The plaintiffs argued in the district court that their claims based upon pre-TRO conduct were not Garmon preempted, but the district court held that those claims were preempted, and the plaintiffs do not appeal that determination.
Lockridge, 403 U.S. at 292, 91 S.Ct. 1909 (emphasis added) (applying Garmon preemption to a state law claim for breach of contract arising out of a union's discrimination against the plaintiff).

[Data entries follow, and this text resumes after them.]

def _substrate_note(table: pd.DataFrame, g: Grid) -> list[str]:
    """One line naming the wells that made more product than the map's substrate."""
    doubted = table["substrate_doubted"].to_numpy(bool)
    if not doubted.any():
        return []
    made, _ = product_formed(table, g)
    names = list(table["trace"][doubted])
    k = int(np.argmax(np.where(doubted, made / table["substrate_uM"].to_numpy(float), 0)))
    return [f"{len(names)} sample well(s) ({', '.join(names[:6])}{' ...' if len(names) > 6 else ''}"
            f") formed more product over the read than the map's substrate holds (e.g. "
            f"{table['trace'].iloc[k]}: {made[k]:.3g} uM from {table['substrate_uM'].iloc[k]:.3g}"
            " uM): is the substrate column in another unit (bare numbers are read as uM), or the "
            "absorptivity wrong? Their windows were not judged against that substrate"]


def _rates_table(s: TraceSlopes, g: Grid, wells: pd.DataFrame, mode: str, setup: PlateSetup,
                 st: RateSettings, analysed: TraceSet) -> tuple[pd.DataFrame, dict, float]:
    """Stages 3 and 4 on the slopes ``s``: blank correction, direction, conversion, the table."""
    roles = wells["role"].to_numpy()
    slope, se, blank_info = blank_correction(s, roles == "blank", mode, g.names)
    direction = assay_direction(slope, roles, st)
    blank_info["direction"] = "up" if direction > 0 else "down"
    conv, calib = convert(slope, se, direction, wells, setup, st, analysed)
    if calib is not None:
        blank_info["calibration"] = calib
    return well_table(g, s, wells, slope, se, conv), blank_info, direction


#: A map's substrate is doubted where the product formed over the read exceeds it by this
#: fraction (and by three noise SDs of that product): a reaction cannot make more product than
#: it had substrate (for one product per substrate, as an initial-rate assay assumes).
SUBSTRATE_EXCESS = 0.10


def product_formed(table: pd.DataFrame, g: Grid) -> tuple[np.ndarray, np.ndarray]:
    """Per well, the product formed over the read in µM (the change between the medians of
    the first and the last three usable readings, through the well's own conversion from A to
    µM) and the SD of that figure from the noise; NaN where the rates are not in µM."""
    n = len(table)
    if "rate_uM_per_min" not in table.columns:
        return np.full(n, np.nan), np.full(n, np.nan)
    with np.errstate(all="ignore"), quiet_numpy():
        per_A = np.abs(table["rate_uM_per_min"].to_numpy(float)
                       / table["slope_A_per_min"].to_numpy(float))
        y = np.where(g.usable, g.values, np.nan)
        order = np.cumsum(g.usable, axis=1)
        last = order[:, -1:]
        first3 = np.where(g.usable & (order <= 3), y, np.nan)
        last3 = np.where(g.usable & (order > last - 3), y, np.nan)
        change = np.abs(np.nanmedian(last3, axis=1) - np.nanmedian(first3, axis=1))
        noise = table["noise_A"].to_numpy(float) * np.sqrt(2 * np.pi / 2 / 3)
    return change * per_A, noise * per_A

Northside Realty Associates, Inc. v. United States, 605 F.2d 1348, 1356-57 (5th Cir. 1979) (holding that compensatory damages for nonparties could not be granted as part of Government's remedy in civil contempt proceeding against real estate corporation).
III
The APA also argues that the plaintiffs' claims are preempted by the Airline Deregulation Act. Since we have concluded that those claims are Garmon preempted, we need not reach the question of ADA preemption.
IV
Because the plaintiffs' state law claims of tortious interference with contract are Garmon preempted, we REMAND this case to the district court and instruct that the claims be DISMISSED with prejudice.